WHAT THE EXERCISE ASKS:
Please copy out the entries below exactly, beginning with the line that contains "#include <cstdio>" and ending with the line that contains "cost = capex", and include nothing outside that span.

==*==

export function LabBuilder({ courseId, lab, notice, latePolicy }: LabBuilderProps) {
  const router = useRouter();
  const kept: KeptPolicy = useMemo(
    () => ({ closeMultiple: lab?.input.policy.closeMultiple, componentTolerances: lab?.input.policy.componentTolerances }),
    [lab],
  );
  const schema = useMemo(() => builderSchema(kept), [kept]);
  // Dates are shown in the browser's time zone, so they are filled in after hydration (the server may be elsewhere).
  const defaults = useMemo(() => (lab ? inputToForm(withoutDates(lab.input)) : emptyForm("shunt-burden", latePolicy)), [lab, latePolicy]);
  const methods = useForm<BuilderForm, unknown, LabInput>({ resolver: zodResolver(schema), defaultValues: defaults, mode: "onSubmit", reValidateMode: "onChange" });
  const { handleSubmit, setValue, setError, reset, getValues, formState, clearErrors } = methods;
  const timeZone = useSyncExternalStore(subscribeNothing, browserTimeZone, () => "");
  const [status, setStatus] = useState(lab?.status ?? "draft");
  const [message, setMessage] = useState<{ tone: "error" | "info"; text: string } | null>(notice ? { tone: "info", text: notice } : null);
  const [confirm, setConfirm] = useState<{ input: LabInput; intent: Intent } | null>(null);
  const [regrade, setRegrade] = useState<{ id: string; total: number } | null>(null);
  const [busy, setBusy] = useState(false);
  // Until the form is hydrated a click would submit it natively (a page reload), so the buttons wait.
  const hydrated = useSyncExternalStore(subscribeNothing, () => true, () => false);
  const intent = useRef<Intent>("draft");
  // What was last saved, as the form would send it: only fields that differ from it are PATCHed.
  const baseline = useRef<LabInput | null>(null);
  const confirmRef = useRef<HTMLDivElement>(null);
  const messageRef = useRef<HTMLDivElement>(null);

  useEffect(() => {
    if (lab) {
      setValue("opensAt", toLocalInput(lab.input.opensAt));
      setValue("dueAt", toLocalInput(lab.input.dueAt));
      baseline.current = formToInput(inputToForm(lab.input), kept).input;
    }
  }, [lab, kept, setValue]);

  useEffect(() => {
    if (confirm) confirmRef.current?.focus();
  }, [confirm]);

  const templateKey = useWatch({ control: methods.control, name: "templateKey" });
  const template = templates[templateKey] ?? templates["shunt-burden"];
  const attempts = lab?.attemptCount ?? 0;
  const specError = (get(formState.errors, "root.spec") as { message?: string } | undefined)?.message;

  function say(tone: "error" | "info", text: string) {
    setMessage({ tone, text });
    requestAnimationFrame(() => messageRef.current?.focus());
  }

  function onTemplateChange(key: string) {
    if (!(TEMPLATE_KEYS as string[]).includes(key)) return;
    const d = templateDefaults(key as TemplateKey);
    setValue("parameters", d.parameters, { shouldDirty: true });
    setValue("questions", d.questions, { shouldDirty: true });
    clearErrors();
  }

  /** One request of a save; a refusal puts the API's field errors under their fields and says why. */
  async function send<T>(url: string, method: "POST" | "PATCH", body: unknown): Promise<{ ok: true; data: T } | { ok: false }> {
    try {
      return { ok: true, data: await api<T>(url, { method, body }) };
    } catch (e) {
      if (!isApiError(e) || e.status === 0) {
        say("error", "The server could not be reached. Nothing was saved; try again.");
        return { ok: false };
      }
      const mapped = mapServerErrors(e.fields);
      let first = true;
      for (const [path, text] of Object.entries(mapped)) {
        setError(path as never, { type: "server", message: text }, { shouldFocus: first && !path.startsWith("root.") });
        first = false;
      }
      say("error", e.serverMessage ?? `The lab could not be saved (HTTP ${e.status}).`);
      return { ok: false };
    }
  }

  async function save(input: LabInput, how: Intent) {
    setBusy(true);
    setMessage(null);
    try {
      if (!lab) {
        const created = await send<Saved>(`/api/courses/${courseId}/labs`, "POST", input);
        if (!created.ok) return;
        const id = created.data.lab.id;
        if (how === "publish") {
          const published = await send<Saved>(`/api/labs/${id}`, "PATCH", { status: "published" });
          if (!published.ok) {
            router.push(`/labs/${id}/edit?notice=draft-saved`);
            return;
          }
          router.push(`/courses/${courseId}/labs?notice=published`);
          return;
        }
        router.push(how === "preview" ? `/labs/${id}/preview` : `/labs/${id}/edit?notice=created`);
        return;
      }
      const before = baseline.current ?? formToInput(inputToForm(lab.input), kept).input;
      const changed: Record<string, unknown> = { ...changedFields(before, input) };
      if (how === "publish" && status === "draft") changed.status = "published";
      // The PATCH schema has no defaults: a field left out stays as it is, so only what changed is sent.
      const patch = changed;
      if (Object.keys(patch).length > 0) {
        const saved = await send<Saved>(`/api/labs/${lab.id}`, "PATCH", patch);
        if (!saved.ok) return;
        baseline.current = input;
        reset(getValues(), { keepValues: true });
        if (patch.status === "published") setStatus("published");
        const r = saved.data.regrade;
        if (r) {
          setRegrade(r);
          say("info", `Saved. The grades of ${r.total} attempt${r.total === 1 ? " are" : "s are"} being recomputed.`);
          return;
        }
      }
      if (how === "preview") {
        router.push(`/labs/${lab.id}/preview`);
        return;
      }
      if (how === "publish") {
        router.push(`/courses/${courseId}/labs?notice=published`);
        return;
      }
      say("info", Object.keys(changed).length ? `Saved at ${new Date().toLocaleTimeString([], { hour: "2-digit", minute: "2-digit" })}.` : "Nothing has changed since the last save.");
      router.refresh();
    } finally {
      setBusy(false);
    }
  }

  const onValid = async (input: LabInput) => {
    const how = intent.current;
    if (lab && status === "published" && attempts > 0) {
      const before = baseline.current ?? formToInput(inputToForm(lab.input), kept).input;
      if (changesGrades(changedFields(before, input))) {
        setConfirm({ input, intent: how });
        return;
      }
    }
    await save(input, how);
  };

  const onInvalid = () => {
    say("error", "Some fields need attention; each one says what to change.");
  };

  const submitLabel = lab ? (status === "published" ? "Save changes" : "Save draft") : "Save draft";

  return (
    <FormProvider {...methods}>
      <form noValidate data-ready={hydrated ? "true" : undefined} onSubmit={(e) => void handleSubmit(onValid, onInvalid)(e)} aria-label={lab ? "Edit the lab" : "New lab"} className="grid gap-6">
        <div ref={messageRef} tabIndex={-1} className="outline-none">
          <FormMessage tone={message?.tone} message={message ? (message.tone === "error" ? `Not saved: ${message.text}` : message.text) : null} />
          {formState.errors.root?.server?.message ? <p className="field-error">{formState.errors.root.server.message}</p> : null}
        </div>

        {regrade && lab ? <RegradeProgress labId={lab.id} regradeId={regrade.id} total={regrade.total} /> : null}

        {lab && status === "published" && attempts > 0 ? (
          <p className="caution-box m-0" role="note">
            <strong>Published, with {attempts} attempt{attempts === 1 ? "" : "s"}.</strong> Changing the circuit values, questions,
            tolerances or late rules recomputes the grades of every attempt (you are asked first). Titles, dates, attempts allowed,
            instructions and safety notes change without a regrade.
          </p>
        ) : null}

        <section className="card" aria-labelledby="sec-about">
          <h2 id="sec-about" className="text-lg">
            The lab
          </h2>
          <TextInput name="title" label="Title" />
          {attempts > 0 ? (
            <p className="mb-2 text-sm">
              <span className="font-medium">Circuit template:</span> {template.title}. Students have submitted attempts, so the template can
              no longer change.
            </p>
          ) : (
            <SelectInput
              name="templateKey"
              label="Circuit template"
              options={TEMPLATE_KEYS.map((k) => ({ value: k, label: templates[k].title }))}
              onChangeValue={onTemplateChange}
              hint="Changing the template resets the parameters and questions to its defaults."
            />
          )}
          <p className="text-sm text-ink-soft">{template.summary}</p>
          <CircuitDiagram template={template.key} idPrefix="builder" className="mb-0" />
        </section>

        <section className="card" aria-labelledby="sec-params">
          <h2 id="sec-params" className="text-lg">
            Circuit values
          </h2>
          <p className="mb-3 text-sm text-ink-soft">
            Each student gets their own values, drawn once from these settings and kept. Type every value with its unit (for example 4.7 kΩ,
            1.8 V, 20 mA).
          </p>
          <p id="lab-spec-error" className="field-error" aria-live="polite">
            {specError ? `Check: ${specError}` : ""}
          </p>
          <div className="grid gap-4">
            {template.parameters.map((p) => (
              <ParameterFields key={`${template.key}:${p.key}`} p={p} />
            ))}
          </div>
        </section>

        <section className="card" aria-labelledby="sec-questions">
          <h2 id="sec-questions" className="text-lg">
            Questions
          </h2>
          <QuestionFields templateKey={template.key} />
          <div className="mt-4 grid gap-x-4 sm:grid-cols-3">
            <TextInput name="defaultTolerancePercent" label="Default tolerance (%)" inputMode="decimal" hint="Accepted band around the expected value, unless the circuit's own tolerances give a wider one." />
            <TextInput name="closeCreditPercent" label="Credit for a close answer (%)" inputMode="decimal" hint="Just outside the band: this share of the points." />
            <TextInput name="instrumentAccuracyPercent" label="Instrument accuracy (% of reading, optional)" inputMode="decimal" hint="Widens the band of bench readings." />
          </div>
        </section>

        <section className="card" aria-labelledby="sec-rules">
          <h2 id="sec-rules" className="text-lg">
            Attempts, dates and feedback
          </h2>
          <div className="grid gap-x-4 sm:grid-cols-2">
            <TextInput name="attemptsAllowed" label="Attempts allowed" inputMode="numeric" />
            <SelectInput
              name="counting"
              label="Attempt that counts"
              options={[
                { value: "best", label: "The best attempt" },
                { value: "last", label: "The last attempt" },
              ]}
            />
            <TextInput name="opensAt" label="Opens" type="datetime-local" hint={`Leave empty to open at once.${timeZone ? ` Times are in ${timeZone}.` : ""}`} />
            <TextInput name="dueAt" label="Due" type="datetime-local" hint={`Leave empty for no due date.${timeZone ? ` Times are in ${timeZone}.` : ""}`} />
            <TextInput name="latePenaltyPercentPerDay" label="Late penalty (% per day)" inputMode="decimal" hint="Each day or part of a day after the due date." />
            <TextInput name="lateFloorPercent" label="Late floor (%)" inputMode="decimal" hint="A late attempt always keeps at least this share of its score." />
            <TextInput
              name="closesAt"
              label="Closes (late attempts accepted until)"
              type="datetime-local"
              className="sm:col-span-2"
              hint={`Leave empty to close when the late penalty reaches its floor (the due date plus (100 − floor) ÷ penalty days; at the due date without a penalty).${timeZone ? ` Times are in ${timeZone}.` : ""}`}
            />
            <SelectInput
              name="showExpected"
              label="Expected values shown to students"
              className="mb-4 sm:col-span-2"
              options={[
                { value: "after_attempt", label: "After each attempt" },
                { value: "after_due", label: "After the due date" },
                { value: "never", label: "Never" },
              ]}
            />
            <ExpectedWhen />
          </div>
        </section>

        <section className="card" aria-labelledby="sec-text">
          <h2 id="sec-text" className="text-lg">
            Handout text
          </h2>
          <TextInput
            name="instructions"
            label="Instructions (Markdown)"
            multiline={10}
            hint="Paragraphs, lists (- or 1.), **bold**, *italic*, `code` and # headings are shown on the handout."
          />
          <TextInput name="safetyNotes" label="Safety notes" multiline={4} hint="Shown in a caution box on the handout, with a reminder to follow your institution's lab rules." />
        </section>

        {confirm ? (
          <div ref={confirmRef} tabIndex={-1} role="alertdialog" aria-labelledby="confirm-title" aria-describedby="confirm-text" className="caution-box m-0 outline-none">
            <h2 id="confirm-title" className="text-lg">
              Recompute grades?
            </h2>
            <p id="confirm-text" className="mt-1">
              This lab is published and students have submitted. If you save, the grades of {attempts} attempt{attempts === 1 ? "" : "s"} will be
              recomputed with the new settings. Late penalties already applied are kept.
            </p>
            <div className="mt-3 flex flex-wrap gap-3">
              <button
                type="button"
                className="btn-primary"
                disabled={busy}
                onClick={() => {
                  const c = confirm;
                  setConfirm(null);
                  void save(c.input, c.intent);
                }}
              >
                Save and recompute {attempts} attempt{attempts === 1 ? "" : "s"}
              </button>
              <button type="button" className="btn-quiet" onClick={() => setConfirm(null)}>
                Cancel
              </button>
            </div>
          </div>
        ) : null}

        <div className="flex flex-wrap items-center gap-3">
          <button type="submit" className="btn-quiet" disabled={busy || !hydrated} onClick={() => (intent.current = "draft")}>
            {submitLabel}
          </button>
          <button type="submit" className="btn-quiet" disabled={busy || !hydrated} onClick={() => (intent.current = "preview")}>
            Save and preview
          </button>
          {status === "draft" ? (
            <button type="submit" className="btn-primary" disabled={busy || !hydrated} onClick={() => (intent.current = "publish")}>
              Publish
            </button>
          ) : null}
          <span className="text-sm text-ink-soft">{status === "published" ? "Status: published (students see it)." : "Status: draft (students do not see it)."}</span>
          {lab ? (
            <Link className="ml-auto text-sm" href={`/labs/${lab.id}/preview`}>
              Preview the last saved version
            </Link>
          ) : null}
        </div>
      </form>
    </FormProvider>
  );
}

==*==

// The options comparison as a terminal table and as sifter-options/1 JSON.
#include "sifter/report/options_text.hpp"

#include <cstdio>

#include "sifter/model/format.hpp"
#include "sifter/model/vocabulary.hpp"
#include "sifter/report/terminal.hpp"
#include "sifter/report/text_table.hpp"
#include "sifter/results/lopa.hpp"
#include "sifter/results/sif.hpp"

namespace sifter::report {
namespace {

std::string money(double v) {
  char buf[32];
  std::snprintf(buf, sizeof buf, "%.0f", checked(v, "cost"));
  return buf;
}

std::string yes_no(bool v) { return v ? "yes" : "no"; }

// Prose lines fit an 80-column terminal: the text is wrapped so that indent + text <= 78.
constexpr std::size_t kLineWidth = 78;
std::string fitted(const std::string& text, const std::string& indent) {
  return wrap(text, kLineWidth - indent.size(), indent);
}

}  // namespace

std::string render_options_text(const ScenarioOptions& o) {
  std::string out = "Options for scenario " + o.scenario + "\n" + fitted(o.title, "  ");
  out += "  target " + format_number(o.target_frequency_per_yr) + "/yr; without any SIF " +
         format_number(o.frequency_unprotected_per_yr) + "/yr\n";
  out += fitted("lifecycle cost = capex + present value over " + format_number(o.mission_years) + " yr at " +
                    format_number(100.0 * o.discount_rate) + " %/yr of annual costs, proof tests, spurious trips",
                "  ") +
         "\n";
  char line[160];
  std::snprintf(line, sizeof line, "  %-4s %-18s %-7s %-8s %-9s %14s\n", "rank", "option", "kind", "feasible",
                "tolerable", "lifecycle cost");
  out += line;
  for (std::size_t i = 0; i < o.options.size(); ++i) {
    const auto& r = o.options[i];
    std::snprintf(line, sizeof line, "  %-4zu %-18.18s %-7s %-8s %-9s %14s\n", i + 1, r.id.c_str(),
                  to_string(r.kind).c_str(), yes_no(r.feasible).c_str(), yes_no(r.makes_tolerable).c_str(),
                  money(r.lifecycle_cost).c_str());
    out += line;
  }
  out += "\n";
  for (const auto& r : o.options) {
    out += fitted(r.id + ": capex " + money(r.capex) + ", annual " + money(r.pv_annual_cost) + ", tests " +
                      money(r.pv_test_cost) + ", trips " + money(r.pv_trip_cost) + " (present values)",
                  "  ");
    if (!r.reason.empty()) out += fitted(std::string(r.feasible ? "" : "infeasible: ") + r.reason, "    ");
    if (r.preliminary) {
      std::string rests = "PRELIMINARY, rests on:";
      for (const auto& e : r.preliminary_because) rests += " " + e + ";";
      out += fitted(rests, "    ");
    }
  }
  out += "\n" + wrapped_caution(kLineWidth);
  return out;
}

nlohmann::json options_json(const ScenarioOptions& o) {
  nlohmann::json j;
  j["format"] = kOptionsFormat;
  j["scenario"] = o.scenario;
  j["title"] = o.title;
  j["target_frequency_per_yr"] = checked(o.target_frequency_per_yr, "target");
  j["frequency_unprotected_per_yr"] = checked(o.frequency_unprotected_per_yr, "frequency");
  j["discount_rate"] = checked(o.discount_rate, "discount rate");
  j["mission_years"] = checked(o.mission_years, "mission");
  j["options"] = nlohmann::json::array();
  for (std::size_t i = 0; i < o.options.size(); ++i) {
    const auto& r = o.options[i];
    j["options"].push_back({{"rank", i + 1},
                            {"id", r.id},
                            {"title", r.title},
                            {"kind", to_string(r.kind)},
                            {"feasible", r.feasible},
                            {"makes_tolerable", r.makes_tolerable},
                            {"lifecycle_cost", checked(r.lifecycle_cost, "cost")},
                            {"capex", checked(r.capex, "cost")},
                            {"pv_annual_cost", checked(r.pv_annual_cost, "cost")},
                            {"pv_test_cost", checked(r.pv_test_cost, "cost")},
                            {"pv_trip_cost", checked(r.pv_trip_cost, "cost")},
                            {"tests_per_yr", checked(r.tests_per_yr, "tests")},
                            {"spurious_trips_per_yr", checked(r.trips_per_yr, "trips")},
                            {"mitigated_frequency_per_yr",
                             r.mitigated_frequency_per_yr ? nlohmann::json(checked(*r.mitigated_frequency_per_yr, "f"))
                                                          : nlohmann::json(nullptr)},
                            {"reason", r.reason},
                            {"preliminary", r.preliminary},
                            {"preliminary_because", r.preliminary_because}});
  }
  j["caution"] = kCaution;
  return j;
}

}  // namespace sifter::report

==*==

ANSWER TO THIS EXERCISE:
#include <cstdio>

#include "sifter/model/format.hpp"
#include "sifter/model/vocabulary.hpp"
#include "sifter/report/terminal.hpp"
#include "sifter/report/text_table.hpp"
#include "sifter/results/lopa.hpp"
#include "sifter/results/sif.hpp"

namespace sifter::report {
namespace {

std::string money(double v) {
  char buf[32];
  std::snprintf(buf, sizeof buf, "%.0f", checked(v, "cost"));
  return buf;
}

std::string yes_no(bool v) { return v ? "yes" : "no"; }

// Prose lines fit an 80-column terminal: the text is wrapped so that indent + text <= 78.
constexpr std::size_t kLineWidth = 78;
std::string fitted(const std::string& text, const std::string& indent) {
  return wrap(text, kLineWidth - indent.size(), indent);
}

}  // namespace

std::string render_options_text(const ScenarioOptions& o) {
  std::string out = "Options for scenario " + o.scenario + "\n" + fitted(o.title, "  ");
  out += "  target " + format_number(o.target_frequency_per_yr) + "/yr; without any SIF " +
         format_number(o.frequency_unprotected_per_yr) + "/yr\n";
  out += fitted("lifecycle cost = capex + present value over " + format_number(o.mission_years) + " yr at " +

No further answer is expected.